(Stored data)
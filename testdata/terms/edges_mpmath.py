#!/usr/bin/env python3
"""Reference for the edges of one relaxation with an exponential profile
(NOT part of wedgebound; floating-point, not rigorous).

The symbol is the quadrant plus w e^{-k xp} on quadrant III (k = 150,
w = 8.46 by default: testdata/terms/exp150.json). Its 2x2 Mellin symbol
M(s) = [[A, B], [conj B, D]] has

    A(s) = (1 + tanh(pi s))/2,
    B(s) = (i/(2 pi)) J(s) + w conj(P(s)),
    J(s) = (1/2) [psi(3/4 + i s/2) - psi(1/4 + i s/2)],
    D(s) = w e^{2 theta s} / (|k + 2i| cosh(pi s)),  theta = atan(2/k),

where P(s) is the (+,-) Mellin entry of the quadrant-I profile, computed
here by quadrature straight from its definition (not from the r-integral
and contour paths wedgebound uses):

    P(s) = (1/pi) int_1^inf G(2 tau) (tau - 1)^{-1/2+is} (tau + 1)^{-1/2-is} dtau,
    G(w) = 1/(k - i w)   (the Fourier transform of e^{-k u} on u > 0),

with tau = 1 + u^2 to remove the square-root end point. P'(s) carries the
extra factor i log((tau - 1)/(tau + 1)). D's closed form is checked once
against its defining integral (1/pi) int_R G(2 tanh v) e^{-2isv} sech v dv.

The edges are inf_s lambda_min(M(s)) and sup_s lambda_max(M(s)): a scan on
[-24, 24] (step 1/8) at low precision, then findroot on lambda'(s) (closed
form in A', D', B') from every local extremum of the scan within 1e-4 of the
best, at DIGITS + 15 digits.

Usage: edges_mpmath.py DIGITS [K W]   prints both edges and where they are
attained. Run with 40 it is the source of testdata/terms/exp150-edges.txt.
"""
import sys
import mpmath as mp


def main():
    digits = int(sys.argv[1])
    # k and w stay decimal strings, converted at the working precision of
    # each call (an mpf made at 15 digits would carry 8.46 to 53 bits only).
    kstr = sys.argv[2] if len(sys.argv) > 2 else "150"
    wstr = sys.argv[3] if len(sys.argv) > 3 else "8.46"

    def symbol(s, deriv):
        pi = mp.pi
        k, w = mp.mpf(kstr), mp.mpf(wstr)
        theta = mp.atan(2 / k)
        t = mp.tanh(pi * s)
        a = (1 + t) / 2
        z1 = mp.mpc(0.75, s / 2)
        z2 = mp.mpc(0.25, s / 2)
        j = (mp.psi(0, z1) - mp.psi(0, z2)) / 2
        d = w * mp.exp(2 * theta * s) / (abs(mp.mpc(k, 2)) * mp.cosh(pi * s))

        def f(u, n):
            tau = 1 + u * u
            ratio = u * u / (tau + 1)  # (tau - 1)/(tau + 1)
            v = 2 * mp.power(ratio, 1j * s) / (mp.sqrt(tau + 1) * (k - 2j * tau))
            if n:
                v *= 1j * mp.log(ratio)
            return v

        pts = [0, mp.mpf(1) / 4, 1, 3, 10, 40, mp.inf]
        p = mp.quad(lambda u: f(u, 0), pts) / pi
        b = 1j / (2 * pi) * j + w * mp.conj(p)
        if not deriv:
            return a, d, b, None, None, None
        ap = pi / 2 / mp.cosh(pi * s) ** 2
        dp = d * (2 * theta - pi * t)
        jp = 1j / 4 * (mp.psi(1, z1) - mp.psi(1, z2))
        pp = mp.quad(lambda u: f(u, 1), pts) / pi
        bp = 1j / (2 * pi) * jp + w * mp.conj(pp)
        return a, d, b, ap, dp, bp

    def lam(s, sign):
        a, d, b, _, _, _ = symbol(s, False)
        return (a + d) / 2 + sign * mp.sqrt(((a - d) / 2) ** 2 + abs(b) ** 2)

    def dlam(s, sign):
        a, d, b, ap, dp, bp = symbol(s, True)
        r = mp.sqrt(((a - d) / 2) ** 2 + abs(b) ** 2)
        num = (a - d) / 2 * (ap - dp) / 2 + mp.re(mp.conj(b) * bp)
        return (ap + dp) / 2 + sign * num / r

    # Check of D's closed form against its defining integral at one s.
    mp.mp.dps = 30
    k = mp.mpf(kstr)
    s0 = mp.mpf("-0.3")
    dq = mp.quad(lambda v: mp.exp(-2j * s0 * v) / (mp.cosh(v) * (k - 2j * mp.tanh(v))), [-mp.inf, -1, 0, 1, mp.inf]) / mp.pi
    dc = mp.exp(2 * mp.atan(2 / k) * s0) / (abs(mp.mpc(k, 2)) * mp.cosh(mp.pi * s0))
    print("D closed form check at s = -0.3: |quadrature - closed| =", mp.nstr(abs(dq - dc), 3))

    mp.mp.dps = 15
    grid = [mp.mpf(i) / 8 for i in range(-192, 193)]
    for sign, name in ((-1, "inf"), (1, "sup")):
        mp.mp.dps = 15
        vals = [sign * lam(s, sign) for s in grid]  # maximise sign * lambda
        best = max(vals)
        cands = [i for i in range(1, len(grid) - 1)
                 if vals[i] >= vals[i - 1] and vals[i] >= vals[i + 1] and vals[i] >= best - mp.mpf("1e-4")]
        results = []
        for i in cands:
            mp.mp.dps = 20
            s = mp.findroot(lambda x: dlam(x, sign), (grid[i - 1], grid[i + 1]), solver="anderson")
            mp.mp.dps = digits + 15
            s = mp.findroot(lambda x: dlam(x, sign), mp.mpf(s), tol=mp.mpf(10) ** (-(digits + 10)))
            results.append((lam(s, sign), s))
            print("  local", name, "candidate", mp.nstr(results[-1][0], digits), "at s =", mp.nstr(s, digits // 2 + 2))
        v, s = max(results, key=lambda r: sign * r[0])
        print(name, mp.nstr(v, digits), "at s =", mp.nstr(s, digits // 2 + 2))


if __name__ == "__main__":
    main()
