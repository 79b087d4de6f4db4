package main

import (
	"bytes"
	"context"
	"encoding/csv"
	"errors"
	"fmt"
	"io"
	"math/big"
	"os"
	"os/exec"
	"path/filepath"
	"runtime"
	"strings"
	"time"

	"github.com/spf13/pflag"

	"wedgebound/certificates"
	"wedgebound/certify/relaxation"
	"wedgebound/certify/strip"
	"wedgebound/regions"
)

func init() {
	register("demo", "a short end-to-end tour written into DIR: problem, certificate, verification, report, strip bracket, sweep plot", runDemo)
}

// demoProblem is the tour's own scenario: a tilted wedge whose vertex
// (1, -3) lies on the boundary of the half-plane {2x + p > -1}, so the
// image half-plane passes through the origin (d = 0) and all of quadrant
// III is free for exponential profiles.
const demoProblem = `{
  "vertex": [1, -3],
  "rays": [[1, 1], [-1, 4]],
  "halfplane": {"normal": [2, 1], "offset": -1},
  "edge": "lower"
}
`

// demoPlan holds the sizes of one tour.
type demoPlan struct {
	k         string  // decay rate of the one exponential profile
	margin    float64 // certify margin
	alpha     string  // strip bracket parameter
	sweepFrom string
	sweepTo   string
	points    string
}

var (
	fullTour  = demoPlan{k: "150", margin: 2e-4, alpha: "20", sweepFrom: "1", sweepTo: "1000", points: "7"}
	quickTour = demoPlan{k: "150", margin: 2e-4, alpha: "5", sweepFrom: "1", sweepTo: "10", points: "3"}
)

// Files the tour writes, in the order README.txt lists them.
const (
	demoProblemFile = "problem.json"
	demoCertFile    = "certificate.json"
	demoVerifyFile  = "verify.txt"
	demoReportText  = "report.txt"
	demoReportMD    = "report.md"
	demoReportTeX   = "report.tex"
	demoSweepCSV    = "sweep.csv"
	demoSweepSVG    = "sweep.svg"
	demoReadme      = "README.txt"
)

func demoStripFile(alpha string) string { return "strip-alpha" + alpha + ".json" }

▶ _Problem requirements_
Report each line of the data that includes the string "results".

▶ _Task response_
        results = []
            results.append((lam(s, sign), s))
            print("  local", name, "candidate", mp.nstr(results[-1][0], digits), "at s =", mp.nstr(s, digits // 2 + 2))
        v, s = max(results, key=lambda r: sign * r[0])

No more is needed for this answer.